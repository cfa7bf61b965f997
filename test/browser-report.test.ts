/**
 * Offline rendering in headless Chromium: (1) the standalone report that
 * `pinchoff run` writes for a template draws its plots and typesets its
 * formulas with every outside request refused; (2) an nbconvert HTML export of
 * the executed notebook draws the plots our notebook outputs carry (the
 * library rides in the first plot output; nbconvert's own page template asks
 * for scripts from the network, which are refused and not needed).
 */
import { execFileSync } from "node:child_process";
import { mkdtempSync, readdirSync, rmSync, writeFileSync } from "node:fs";
import { tmpdir } from "node:os";
import { join, resolve } from "node:path";
import { pathToFileURL } from "node:url";
import { afterAll, beforeAll, describe, expect, it } from "vitest";
import { openBrowser, type BrowserSession } from "./support/browser.js";
import { device, amperesPerVoltSquared, volts, meters, type DeviceCard } from "../lib/index.js";
import { outputCharacteristics, plotHtml, plotLibraryHtml } from "../lib/plot/index.js";

const root = resolve(import.meta.dirname, "..");
const template = join(root, "notebooks-templates", "cs-four-resistor-nmos.ipynb");

let out: string;
let browser: BrowserSession;

beforeAll(async () => {
  execFileSync(process.execPath, [join(root, "lib/setup/prepare.mjs"), "build", "kernel"], { cwd: root, stdio: "pipe" });
  out = mkdtempSync(join(tmpdir(), "pinchoff-browser-report-"));
  // Exit status 0: every cell ran and every check passed.
  execFileSync(process.execPath, [join(root, "dist/cli/main.js"), "run", template, "--out", out], { cwd: root, stdio: "pipe", timeout: 400_000 });
  browser = await openBrowser();
}, 600_000);

afterAll(async () => {
  await browser?.close();
  if (out) rmSync(out, { recursive: true, force: true });
});

/** Plot boxes drawn by Plotly: an SVG with at least one trace path with a non-empty path. */
async function drawnPlots(sel: string) {
  return browser.page.$$eval(sel, (els) =>
    els.map((el) => ({
      svg: el.querySelectorAll(".main-svg").length,
      traces: el.querySelectorAll(".scatterlayer .trace").length,
      paths: [...el.querySelectorAll(".scatterlayer .trace path")].filter((p) => (p.getAttribute("d") ?? "").length > 10).length,
      title: el.querySelector(".gtitle")?.textContent ?? "",
    })),
  );
}

describe("offline pages in headless Chromium", () => {
  it("the pinchoff run report draws its plots and typesets its formulas with no network", async () => {
    const report = readdirSync(out).find((f) => f === "report.html");
    expect(report).toBeDefined();
    browser.refused.length = 0;
    browser.errors.length = 0;
    await browser.page.goto(pathToFileURL(join(out, report!)).href, { waitUntil: "load", timeout: 120_000 });
    // The results box opens the page with the demo's marked summary table; the spread and the deck follow.
    expect(await browser.page.$$eval('.results table[data-part="summary"] tr', (r) => r.length)).toBeGreaterThan(5);
    expect(await browser.page.$$eval('table[data-part="corner-spread"]', (t) => t.length)).toBe(1);
    expect(await browser.page.$eval('pre[data-part="spice-deck"]', (p) => p.textContent ?? "")).toMatch(/^\.end$/m);
    // Plotly stacks several .main-svg layers per plot: count plot boxes that hold one.
    await browser.page.waitForFunction(() => [...document.querySelectorAll(".js-plotly-plot")].filter((e) => e.querySelector(".main-svg")).length >= 3, undefined, { timeout: 60_000 });
    const plots = await drawnPlots(".js-plotly-plot");
    expect(plots.length).toBeGreaterThanOrEqual(3);
    for (const p of plots) {
      expect(p.svg).toBeGreaterThan(0);
      expect(p.traces).toBeGreaterThan(0);
      expect(p.paths).toBeGreaterThan(0);
    }
    expect(plots.map((p) => p.title).join("|")).toMatch(/Output characteristics/);
    const math = await browser.page.$$eval(".katex", (els) => els.filter((e) => e.querySelector(".katex-html") && e.getBoundingClientRect().width > 0).length);
    expect(math).toBeGreaterThan(10);
    expect(await browser.page.$$eval(".katex-error", (e) => e.length)).toBe(0);
    expect(browser.refused).toEqual([]);
    expect(browser.errors).toEqual([]);
  }, 120_000);

  it("an nbconvert HTML export of the executed notebook draws every plot output", async () => {
    const executed = readdirSync(out).find((f) => f === "notebook-as-run.ipynb")!;
    execFileSync("jupyter", ["nbconvert", "--to", "html", join(out, executed), "--output-dir", out, "--output", "export"], { cwd: out, stdio: "pipe", timeout: 120_000 });
    browser.refused.length = 0;
    browser.errors.length = 0;
    await browser.page.goto(pathToFileURL(join(out, "export.html")).href, { waitUntil: "load", timeout: 120_000 });
    const boxes = await browser.page.$$eval(".pinchoff-plot-area", (e) => e.length);
    expect(boxes).toBe(4); // the demo draws four plots: the Bode plot, output and transfer characteristics, gm and gm/ID
    await browser.page.waitForFunction((n) => [...document.querySelectorAll(".pinchoff-plot-area[data-drawn]")].filter((e) => e.querySelector(".main-svg")).length >= n, boxes, { timeout: 60_000 });
    const plots = await drawnPlots(".pinchoff-plot-area");
    for (const p of plots) expect(p.paths).toBeGreaterThan(0);
    // The "library missing" notes are hidden once each plot is drawn.
    const notes = await browser.page.$$eval(".pinchoff-plot-note", (els) => els.filter((e) => (e as HTMLElement).style.display !== "none").length);
    expect(notes).toBe(0);
    // Anything refused came from nbconvert's page template (RequireJS, MathJax), never from our outputs.
    for (const url of browser.refused) expect(url).not.toMatch(/plotly/i);
    expect(browser.errors.filter((e) => /Plotly|pinchoff/i.test(e))).toEqual([]);
  }, 120_000);

  it("a plot placed above the library in a page waits for it, and says so when the library never comes", async () => {
    // Invented card for the test (not a real part).
    const card: DeviceCard = { name: "inv-n", polarity: "nmos", kp: amperesPerVoltSquared(100e-6), vt0: volts(0.5) };
    const spec = outputCharacteristics(device(card, meters(10e-6), meters(1e-6)), { gateDrives: [1, 1.5], vdsMax: 3 });
    const page = (body: string) => `<!doctype html><html><head><meta charset="utf-8"></head><body>${body}</body></html>`;
    writeFileSync(join(out, "late-library.html"), page(plotHtml(spec) + "<p>text between</p>" + plotHtml(spec, { library: true })));
    writeFileSync(join(out, "no-library.html"), page(plotHtml(spec)));
    browser.refused.length = 0;
    browser.errors.length = 0;
    await browser.page.goto(pathToFileURL(join(out, "late-library.html")).href, { waitUntil: "load", timeout: 120_000 });
    await browser.page.waitForFunction(() => [...document.querySelectorAll(".pinchoff-plot-area[data-drawn]")].filter((e) => e.querySelector(".main-svg")).length === 2, undefined, { timeout: 60_000 });
    expect(browser.errors).toEqual([]);
    await browser.page.goto(pathToFileURL(join(out, "no-library.html")).href, { waitUntil: "load", timeout: 120_000 });
    await browser.page.waitForTimeout(500);
    expect(await browser.page.$$eval(".pinchoff-plot-area .main-svg", (e) => e.length)).toBe(0);
    const note = await browser.page.$eval(".pinchoff-plot-note", (e) => ({ shown: (e as HTMLElement).style.display !== "none", text: e.textContent ?? "" }));
    expect(note.shown).toBe(true);
    expect(note.text).toMatch(/run the notebook again from the top/);
    expect(browser.refused).toEqual([]);
  }, 120_000);
});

| ASSIGNMENT |
If the word "load" appears in a line above, copy that line.

| TASK SOLUTION |
    await browser.page.goto(pathToFileURL(join(out, report!)).href, { waitUntil: "load", timeout: 120_000 });
    await browser.page.goto(pathToFileURL(join(out, "export.html")).href, { waitUntil: "load", timeout: 120_000 });
    await browser.page.goto(pathToFileURL(join(out, "late-library.html")).href, { waitUntil: "load", timeout: 120_000 });
    await browser.page.goto(pathToFileURL(join(out, "no-library.html")).href, { waitUntil: "load", timeout: 120_000 });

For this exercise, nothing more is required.